Equitable Adoption of the 4Ms in Age-Friendly Care

Abstract

The Age-Friendly Health Systems movement, led by The John A. Hartford Foundation and the Institute for Healthcare Improvement, in partnership with many organizations and health systems, aims to address the growth of the older adult population and the challenges facing this population through the 4Ms framework: What Matters, Medication, Mentation, and Mobility. The 4Ms have been successfully integrated in various health systems, demonstrating improved care and positive outcomes. For long-lasting improvements to the health and care of all older adults, health systems need to collaborate with partners across the Age-Friendly Ecosystem.

Key Words

Age-Friendly Health Systems, age-friendly care, cross-sector collaboration, older adults, health equity


 

As we age, our healthcare needs can become more complex and health systems are frequently unprepared to meet them, resulting in older adults suffering disproportionate harm. This harm can be compounded by race, gender, sexual orientation, geography, and other factors, especially when an older adult embodies multiple identities. Older adults from historically marginalized communities suffer from disparate treatment that negatively influences health outcomes.

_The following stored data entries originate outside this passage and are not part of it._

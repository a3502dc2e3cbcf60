// Make a Pyodide memory snapshot with calc already imported and its dataset already loaded, so
// the page's worker starts Python by restoring memory instead of booting the interpreter,
// compiling and importing ~140 standard-library modules and reading the dataset.
//   node build/make_snapshot.mjs PYODIDE_DIR STDLIB_ZIP CALC_WHEEL DATA_VERSION OUT.gz
//
// Private Pyodide API (`_makeSnapshot`, `makeMemorySnapshot`, `_loadSnapshot`): the page keeps a
// tested fallback (bytecode stdlib alone, then the stock start). A snapshot only restores with
// the exact runtime build it was made with and the exact standard-library zip given here (the
// zip importer's index of that file lives in the snapshot), so the site ships both together.
// Files written to the in-memory file system are not part of a snapshot: everything calc needs
// is imported (and the dataset parsed) before the snapshot is taken.
import { readFileSync, writeFileSync } from "node:fs";
import { resolve } from "node:path";
import { pathToFileURL } from "node:url";
import { gzipSync } from "node:zlib";

const [dir, stdlib, wheel, dataVersion, out] = process.argv.slice(2);
if (!out) {
  process.stderr.write("usage: node build/make_snapshot.mjs PYODIDE_DIR STDLIB_ZIP CALC_WHEEL DATA_VERSION OUT.gz\n");
  process.exit(2);
}
const { loadPyodide } = await import(pathToFileURL(resolve(dir, "pyodide.mjs")).href);
const py = await loadPyodide({
  indexURL: resolve(dir) + "/",
  stdLibURL: resolve(stdlib),
  _makeSnapshot: true,
  stdout: () => {},
  stderr: (s) => process.stderr.write(s + "\n"),
});
py.FS.writeFile("/tmp/calc.whl", readFileSync(resolve(wheel)));
py.globals.set("expected_version", dataVersion);
const report = py.runPython(`
import importlib, json, os, pkgutil, site, sys, zipfile
with zipfile.ZipFile("/tmp/calc.whl") as whl:
    whl.extractall(site.getsitepackages()[0])
os.remove("/tmp/calc.whl")
import calc, calc.api, calc.dataset
# every module, those of the sub-packages too: files on the in-memory file system are not part
# of a snapshot, so a module not imported now could not be imported after the restore
modules = [m.name for m in pkgutil.walk_packages(calc.__path__, "calc.")]
for name in modules:
    if name not in ("calc.cli", "calc.clitext", "calc.__main__"):  # the command line is not used in the page
        importlib.import_module(name)
ds = calc.dataset.current()
if ds.version != expected_version:
    raise SystemExit(f"the wheel carries data version {ds.version}, expected {expected_version}")
# One call per entry point, so lazily imported standard-library modules are in memory too.
probe = {
    "electrode": {"id": "Zn2+/Zn"},
    "couple": {"a": "Zn2+/Zn", "b": "Cu2+/Cu"},
    "convert": {"value_V": 0, "from": "SCE", "to": "SHE"},
    "activity": {"species": "Zn2+", "ionic_strength": 0.01},
    "joint": {"a": "zinc", "b": "copper", "env": "seawater-flowing"},
    "matrix": {"env": "seawater-flowing", "csv": True},
    "eph": {"lines": [{"id": "O2/H2O"}]},
    "rate": {},
    "no-such-entry": {},
}
seen = {}
for name, req in probe.items():
    json.loads(calc.api.call_json(name, json.dumps(req)))
    seen[name] = True
del probe, seen, whl
# What the probes left behind is garbage: collect it before the memory is saved.
import gc
gc.collect()
f"{len(sys.modules)} modules imported, data version {ds.version}"
`);
py.globals.delete("expected_version");
const snap = py.makeMemorySnapshot();
// Level 6: within 1 % of level 9 in size (5.57 against 5.53 MB) at a quarter of the time.
const gz = gzipSync(snap, { level: 6 });
writeFileSync(out, gz);
process.stderr.write(`snapshot: ${report}; ${(snap.length / 1e6).toFixed(1)} MB raw, ${(gz.length / 1e6).toFixed(1)} MB gzip\n`);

Age-Friendly Health Systems Overview

To address the impact of older adults on the healthcare system, in 2017 The John A. Hartford Foundation (JAHF) and the Institute for Healthcare Improvement (IHI), in partnership with the American Hospital Association (AHA) and the Catholic Health Association of the United States (CHA), set a bold vision to build a social movement so that all care with older adults is age-friendly care. In the Age-Friendly Health System’s movement, age-friendly care follows an essential set of evidence-based practices, known as the 4Ms (What Matters, Medication, Mentation, and Mobility); causes no harm; and aligns with What Matters to the older adult and their caregivers. When implemented together, the 4Ms represent a broad shift by health systems to focus on the needs of older adults (see Figure 1, below).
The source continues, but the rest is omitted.